DATA SUPPLIED:
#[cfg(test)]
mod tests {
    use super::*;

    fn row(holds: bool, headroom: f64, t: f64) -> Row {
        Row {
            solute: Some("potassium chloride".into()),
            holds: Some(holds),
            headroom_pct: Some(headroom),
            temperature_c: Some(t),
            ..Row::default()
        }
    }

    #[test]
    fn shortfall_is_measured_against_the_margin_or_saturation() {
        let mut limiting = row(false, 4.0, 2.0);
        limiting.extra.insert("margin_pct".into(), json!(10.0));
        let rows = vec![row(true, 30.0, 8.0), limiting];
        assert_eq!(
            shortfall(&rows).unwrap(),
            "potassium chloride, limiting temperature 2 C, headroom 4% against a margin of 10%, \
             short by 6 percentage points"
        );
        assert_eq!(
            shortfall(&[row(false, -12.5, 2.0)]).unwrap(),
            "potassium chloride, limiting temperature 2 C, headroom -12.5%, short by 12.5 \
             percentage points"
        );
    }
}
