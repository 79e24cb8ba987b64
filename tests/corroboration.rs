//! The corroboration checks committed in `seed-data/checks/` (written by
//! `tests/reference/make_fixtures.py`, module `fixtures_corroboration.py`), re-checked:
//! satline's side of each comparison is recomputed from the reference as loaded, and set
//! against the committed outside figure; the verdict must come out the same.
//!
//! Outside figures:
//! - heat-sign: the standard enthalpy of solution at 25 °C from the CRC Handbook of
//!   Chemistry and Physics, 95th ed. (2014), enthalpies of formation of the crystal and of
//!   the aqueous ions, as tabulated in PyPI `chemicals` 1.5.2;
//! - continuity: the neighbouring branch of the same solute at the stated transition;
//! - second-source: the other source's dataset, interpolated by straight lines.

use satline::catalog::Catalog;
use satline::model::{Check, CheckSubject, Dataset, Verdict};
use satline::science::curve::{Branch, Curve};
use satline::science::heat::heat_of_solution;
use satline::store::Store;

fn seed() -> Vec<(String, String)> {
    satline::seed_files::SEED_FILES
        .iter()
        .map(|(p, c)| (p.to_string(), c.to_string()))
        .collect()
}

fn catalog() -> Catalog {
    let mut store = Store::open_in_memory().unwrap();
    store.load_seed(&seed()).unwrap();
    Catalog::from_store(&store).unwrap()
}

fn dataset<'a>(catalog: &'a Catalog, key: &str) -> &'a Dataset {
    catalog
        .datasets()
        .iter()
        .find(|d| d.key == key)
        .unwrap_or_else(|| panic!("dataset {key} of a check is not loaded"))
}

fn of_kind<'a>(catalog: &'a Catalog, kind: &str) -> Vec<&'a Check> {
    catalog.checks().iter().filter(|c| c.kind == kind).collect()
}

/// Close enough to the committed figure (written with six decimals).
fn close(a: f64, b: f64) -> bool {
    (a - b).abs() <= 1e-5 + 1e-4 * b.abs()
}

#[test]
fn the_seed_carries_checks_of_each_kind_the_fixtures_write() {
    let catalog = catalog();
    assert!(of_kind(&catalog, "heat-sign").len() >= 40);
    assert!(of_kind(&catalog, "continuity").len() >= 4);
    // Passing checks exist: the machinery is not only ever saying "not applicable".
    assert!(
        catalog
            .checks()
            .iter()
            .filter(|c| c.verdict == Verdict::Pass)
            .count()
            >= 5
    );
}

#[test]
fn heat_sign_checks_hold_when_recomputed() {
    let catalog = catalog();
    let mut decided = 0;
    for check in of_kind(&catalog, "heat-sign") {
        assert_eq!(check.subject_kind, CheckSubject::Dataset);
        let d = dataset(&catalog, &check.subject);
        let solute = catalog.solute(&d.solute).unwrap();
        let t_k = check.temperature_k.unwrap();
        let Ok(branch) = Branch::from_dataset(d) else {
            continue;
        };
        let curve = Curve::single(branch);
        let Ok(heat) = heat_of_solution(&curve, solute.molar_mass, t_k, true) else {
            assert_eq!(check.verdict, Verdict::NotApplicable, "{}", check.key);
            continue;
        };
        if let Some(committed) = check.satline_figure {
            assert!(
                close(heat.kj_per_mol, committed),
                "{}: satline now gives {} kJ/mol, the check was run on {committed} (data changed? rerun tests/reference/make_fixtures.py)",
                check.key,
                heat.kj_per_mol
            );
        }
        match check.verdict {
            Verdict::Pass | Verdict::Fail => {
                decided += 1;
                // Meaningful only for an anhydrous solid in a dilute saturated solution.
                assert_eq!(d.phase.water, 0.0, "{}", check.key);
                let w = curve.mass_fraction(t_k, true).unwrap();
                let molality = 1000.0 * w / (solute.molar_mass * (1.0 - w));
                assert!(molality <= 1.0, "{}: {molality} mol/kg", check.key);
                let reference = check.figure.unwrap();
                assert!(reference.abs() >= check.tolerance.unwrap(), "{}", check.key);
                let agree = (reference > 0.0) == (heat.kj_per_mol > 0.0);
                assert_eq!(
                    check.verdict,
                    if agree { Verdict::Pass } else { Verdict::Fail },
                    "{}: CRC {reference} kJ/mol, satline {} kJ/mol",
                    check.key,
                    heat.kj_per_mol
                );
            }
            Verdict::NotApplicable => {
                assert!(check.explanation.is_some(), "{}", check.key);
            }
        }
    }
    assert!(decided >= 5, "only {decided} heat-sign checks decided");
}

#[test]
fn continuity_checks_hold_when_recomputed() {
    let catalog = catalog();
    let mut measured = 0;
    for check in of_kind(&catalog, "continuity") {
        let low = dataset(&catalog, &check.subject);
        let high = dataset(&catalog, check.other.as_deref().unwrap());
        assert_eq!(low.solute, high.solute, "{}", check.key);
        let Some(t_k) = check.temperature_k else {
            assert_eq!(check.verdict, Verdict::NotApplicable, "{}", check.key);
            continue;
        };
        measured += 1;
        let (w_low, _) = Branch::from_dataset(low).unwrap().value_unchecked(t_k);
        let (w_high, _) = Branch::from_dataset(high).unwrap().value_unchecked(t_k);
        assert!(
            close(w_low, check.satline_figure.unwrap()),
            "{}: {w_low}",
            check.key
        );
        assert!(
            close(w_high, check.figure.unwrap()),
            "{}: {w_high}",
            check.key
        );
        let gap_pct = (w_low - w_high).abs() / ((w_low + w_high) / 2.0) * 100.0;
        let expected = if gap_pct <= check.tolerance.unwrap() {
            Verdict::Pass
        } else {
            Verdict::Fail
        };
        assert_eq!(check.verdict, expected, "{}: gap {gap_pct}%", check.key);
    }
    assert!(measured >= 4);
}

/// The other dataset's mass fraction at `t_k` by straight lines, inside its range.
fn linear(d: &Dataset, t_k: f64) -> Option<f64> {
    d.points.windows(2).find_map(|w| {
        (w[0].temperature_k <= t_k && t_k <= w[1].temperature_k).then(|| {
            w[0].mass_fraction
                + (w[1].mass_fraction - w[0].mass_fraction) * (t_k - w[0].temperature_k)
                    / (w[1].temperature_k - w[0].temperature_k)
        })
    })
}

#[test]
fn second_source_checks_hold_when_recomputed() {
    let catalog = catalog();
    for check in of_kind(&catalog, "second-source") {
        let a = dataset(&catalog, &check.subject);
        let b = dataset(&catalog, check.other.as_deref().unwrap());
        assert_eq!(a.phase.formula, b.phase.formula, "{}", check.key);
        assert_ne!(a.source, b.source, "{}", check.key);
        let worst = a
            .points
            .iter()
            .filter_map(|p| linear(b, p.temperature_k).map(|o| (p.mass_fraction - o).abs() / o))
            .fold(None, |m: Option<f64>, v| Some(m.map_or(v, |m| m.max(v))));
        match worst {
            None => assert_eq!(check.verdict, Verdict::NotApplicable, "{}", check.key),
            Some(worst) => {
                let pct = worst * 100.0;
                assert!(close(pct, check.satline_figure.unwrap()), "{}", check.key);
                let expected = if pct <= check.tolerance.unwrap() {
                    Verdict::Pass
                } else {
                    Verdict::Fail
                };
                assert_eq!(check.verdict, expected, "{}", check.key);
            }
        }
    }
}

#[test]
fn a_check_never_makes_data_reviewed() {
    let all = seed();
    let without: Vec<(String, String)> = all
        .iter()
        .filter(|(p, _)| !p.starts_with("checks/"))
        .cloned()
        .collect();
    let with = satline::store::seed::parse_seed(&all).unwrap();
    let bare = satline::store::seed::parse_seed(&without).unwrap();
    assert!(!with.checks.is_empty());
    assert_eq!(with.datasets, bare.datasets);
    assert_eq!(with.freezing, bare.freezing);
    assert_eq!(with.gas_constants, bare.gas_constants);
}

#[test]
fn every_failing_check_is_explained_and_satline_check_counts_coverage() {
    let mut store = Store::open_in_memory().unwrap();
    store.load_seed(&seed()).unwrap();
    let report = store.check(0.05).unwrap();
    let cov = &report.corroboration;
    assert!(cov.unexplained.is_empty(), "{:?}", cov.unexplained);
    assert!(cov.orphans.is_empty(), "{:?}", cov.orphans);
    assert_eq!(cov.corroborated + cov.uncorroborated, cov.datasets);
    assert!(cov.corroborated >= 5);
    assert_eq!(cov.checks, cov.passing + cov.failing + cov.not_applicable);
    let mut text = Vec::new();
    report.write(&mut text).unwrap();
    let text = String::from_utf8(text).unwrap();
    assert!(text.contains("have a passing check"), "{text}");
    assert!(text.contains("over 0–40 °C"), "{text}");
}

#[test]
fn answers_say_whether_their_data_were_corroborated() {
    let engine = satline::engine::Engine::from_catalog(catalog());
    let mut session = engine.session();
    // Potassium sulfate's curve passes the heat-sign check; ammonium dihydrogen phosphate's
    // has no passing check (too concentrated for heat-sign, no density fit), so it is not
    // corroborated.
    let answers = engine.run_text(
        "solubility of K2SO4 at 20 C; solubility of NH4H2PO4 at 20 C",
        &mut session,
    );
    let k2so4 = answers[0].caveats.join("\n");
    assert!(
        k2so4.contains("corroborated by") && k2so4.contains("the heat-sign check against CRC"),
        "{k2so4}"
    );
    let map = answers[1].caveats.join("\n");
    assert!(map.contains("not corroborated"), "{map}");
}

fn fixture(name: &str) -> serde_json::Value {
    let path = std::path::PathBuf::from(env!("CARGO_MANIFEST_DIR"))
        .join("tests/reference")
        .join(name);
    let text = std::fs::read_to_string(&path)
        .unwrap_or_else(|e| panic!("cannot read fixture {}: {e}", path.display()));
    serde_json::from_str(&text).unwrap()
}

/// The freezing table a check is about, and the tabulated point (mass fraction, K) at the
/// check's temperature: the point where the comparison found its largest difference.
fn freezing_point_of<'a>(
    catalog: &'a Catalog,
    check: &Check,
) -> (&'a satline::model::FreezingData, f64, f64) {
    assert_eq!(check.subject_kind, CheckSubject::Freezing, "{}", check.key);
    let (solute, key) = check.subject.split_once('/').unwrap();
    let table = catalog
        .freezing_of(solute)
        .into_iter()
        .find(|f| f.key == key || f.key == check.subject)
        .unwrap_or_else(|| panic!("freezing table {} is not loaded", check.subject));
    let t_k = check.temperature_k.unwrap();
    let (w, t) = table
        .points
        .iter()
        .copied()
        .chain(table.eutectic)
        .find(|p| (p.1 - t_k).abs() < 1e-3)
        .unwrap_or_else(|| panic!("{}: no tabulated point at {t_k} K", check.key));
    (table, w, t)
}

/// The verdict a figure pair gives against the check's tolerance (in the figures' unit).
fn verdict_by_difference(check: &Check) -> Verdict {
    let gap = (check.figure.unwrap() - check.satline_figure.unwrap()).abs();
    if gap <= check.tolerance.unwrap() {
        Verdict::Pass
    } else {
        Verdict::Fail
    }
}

PROBLEM STATEMENT: Write down exactly the span of lines above from the one containing "let curve = Curve::single(branch);" to the one containing "decided += 1;", both ends included.

RESPONSE:
        let curve = Curve::single(branch);
        let Ok(heat) = heat_of_solution(&curve, solute.molar_mass, t_k, true) else {
            assert_eq!(check.verdict, Verdict::NotApplicable, "{}", check.key);
            continue;
        };
        if let Some(committed) = check.satline_figure {
            assert!(
                close(heat.kj_per_mol, committed),
                "{}: satline now gives {} kJ/mol, the check was run on {committed} (data changed? rerun tests/reference/make_fixtures.py)",
                check.key,
                heat.kj_per_mol
            );
        }
        match check.verdict {
            Verdict::Pass | Verdict::Fail => {
                decided += 1;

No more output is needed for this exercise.